北京天安门广场上的大剧院应该是什么样的建筑呢?那你自己去想啊!这三条大家其实都心知肚明是什么意思,特别是后面两条。那好,全世界有多少设计事务所、多少大学、多少设计师,谁不想参加这次设计呀?包括同济大学、东南大学、天津大学、清华大学等很大大学也都想参加。那么,成千上万的方案过来以后,我们组成专家组进行分类、选择、沟通。

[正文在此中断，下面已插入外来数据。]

//! Writing simulation results as text, JSON (the documented contract in
//! `docs/simulate-output.md`) or CSV. Every writer takes `impl Write`.

use std::io::{self, Write};

use serde::Serialize;

use super::VariantResult;

const MONTHS: [&str; 12] = [
    "Jan", "Feb", "Mar", "Apr", "May", "Jun", "Jul", "Aug", "Sep", "Oct", "Nov", "Dec",
];

fn month_name(m: u32) -> &'static str {
    MONTHS
        .get((m.clamp(1, 12) - 1) as usize)
        .copied()
        .unwrap_or("?")
}

/// A readable monthly table per variant, annual figures and the energy residual.
pub fn write_text(
    out: &mut impl Write,
    design_title: &str,
    results: &[VariantResult],
) -> io::Result<()> {
    writeln!(out, "{design_title}")?;
    for r in results {
        writeln!(out)?;
        writeln!(
            out,
            "{} ({}): footprint {:.2} m², cover {:.2} m², evaporating {:.2} m²",
            r.name, r.kind, r.footprint_m2, r.aperture_m2, r.evaporating_m2
        )?;
        writeln!(
            out,
            "month  L/m²/day  L/day  GHI kWh/m²  in through cover  efficiency  ceiling L/m²  night  brine max °C  cover max °C  days"
        )?;
        for m in &r.months {
            writeln!(
                out,
                "{:<5}  {:>8.2}  {:>5.1}  {:>10.2}  {:>16.2}  {:>9.1}%  {:>12.2}  {:>4.0}%  {:>12.1}  {:>12.1}  {:>4}",
                month_name(m.month),
                m.l_m2_day,
                m.l_day,
                m.insolation_kwh_m2_day,
                m.cover_insolation_kwh_m2_day,
                100.0 * m.efficiency,
                m.ceiling_l_m2_day,
                100.0 * m.night_share,
                m.max_brine_c,
                m.max_cover_c,
                m.days_to_periodic
            )?;
        }
        writeln!(
            out,
            "annual: {:.0} L ({:.0} L/m²), mean {:.2} L/m²/day, worst month {} at {:.2} L/m²/day",
            r.annual_l,
            r.annual_l_m2,
            r.mean_l_m2_day,
            month_name(r.worst_month.month),
            r.worst_month.l_m2_day
        )?;
        writeln!(
            out,
            "energy balance residual: {:.1e} of absorbed sunlight (largest month)",
            r.energy_residual
        )?;
        if let Some(hours) = &r.hourly {
            writeln!(
                out,
                "hourly: month day hour  air °C  cover °C  brine °C  liner °C  in W/m²  to air W  to sky W  base W  sides W  distillate L  depth mm  salinity g/kg"
            )?;
            for h in hours {
                writeln!(
                    out,
                    "        {:>5} {:>3} {:>4.1}  {:>6.1}  {:>8.1}  {:>8.1}  {:>8.1}  {:>7.0}  {:>8.0}  {:>8.0}  {:>6.0}  {:>7.0}  {:>12.3}  {:>8.2}  {:>13.1}",
                    h.month,
                    h.day_of_year,
                    h.solar_hour_h,
                    h.t_air_c,
                    h.t_cover_c,
                    h.t_brine_c,
                    h.t_liner_c,
                    h.entering_w_m2,
                    h.cover_to_air_w,
                    h.cover_to_sky_w,
                    h.base_w,
                    h.sides_w,
                    h.distillate_l,
                    h.depth_mm,
                    h.salinity_g_kg
                )?;
            }
        }
    }
    Ok(())
}

#[derive(Serialize)]
struct JsonOut<'a> {
    design: &'a str,
    variants: &'a [VariantResult],
}

/// The JSON contract: `{"design": …, "variants": [VariantResult …]}`.
pub fn write_json(
    out: &mut impl Write,
    design_title: &str,
    results: &[VariantResult],
) -> io::Result<()> {
    serde_json::to_writer_pretty(
        &mut *out,
        &JsonOut {
            design: design_title,
            variants: results,
        },
    )
    .map_err(io::Error::other)?;
    writeln!(out)
}

/// One CSV row per variant and month; with hourly records, a second table follows after a
/// blank line, one row per variant and hour.
pub fn write_csv(out: &mut impl Write, results: &[VariantResult]) -> io::Result<()> {
    let mut w = csv::Writer::from_writer(&mut *out);
    w.write_record([
        "variant",
        "kind",
        "month",
        "l_m2_day",
        "l_day",
        "insolation_kwh_m2_day",
        "cover_insolation_kwh_m2_day",
        "poa_kwh_m2_day",
        "efficiency",
        "ceiling_l_m2_day",
        "night_share",
        "max_brine_c",
        "max_cover_c",
        "days_to_periodic",
        "cycle_days",
        "residual_fraction",
    ])?;
    for r in results {
        for m in &r.months {
            w.write_record([
                r.name.clone(),
                r.kind.clone(),
                m.month.to_string(),
                format!("{:.4}", m.l_m2_day),
                format!("{:.4}", m.l_day),
                format!("{:.4}", m.insolation_kwh_m2_day),
                format!("{:.4}", m.cover_insolation_kwh_m2_day),
                format!("{:.4}", m.poa_kwh_m2_day),
                format!("{:.5}", m.efficiency),
                format!("{:.4}", m.ceiling_l_m2_day),
                format!("{:.4}", m.night_share),
                format!("{:.2}", m.max_brine_c),
                format!("{:.2}", m.max_cover_c),
                m.days_to_periodic.to_string(),
                m.cycle_days.to_string(),
                format!("{:.3e}", m.energy.residual_fraction),
            ])?;
        }
    }
    w.flush()?;
    drop(w);
    if results.iter().any(|r| r.hourly.is_some()) {
        writeln!(out)?;
        let mut w = csv::Writer::from_writer(&mut *out);
        w.write_record([
            "variant",
            "month",
            "day_of_year",
            "solar_hour_h",
            "t_air_c",
            "t_cover_c",
            "t_brine_c",
            "t_liner_c",
            "entering_w_m2",
            "absorbed_w",
            "cover_to_air_w",
            "cover_to_sky_w",
            "base_w",
            "sides_w",
            "distillate_l",
            "depth_mm",
            "salinity_g_kg",
            "feed_l",
            "flush_l",
        ])?;
        for r in results {
            for h in r.hourly.iter().flatten() {
                w.write_record([
                    r.name.clone(),
                    h.month.to_string(),
                    h.day_of_year.to_string(),
                    format!("{:.2}", h.solar_hour_h),
                    format!("{:.2}", h.t_air_c),
                    format!("{:.2}", h.t_cover_c),
                    format!("{:.2}", h.t_brine_c),
                    format!("{:.2}", h.t_liner_c),
                    format!("{:.1}", h.entering_w_m2),
                    format!("{:.1}", h.absorbed_w),
                    format!("{:.1}", h.cover_to_air_w),
                    format!("{:.1}", h.cover_to_sky_w),
                    format!("{:.1}", h.base_w),
                    format!("{:.1}", h.sides_w),
                    format!("{:.5}", h.distillate_l),
                    format!("{:.3}", h.depth_mm),
                    format!("{:.2}", h.salinity_g_kg),
                    format!("{:.4}", h.feed_l),
                    format!("{:.4}", h.flush_l),
                ])?;
            }
        }
        w.flush()?;
    }
    Ok(())
}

一年以后,中央来了一个电话:“怎么样?有没有好作品啊,?”“有有有,很多,几百个呢。”“那太多了,这样吧,你们再精选一下,挑出五六十个,由中央领导最后来定夺一下。”那好,按照指示,大家投票完以后,从中挑选出了六十个,但有一个方案发生了分歧。这批专家说:“这个方案太好了,一定要把它放上去给中央领导看一看。”那批人说:“这个怎么能放上去啊?”结果就吵起来了。这时,那个主要领导说了:“大家别吵了,我们合作一年了,不要为了这件事不高兴,全部把它放上去给中央领导看一看吧。”
好了,那个有分歧的方案就这样被放上去了。那一天,展厅的里里外外放满了各种设计方案,都是做成模型的。有的是天圆地方,有的是太极图,有的是飞檐峭壁,都是按照那三条,特别是后面两条,“中国的大剧院,北京天安门广场上的大剧院”来设计的。中央领导每人一支笔,在京的省、部级以上领导,有空的都要参加。领导们一看,太漂亮了!一个又一个,一圈一圈转下来,投下自己庄严的一票。点票结果,你们知道哪一个中啦?就是第六十一个,也就是我们眼前看到的这一个,也就是安德鲁设计的这一个。结果,媒体一公布,全中国从高层一直到老百姓,有两种截然相反的意见,形成了两个阵营。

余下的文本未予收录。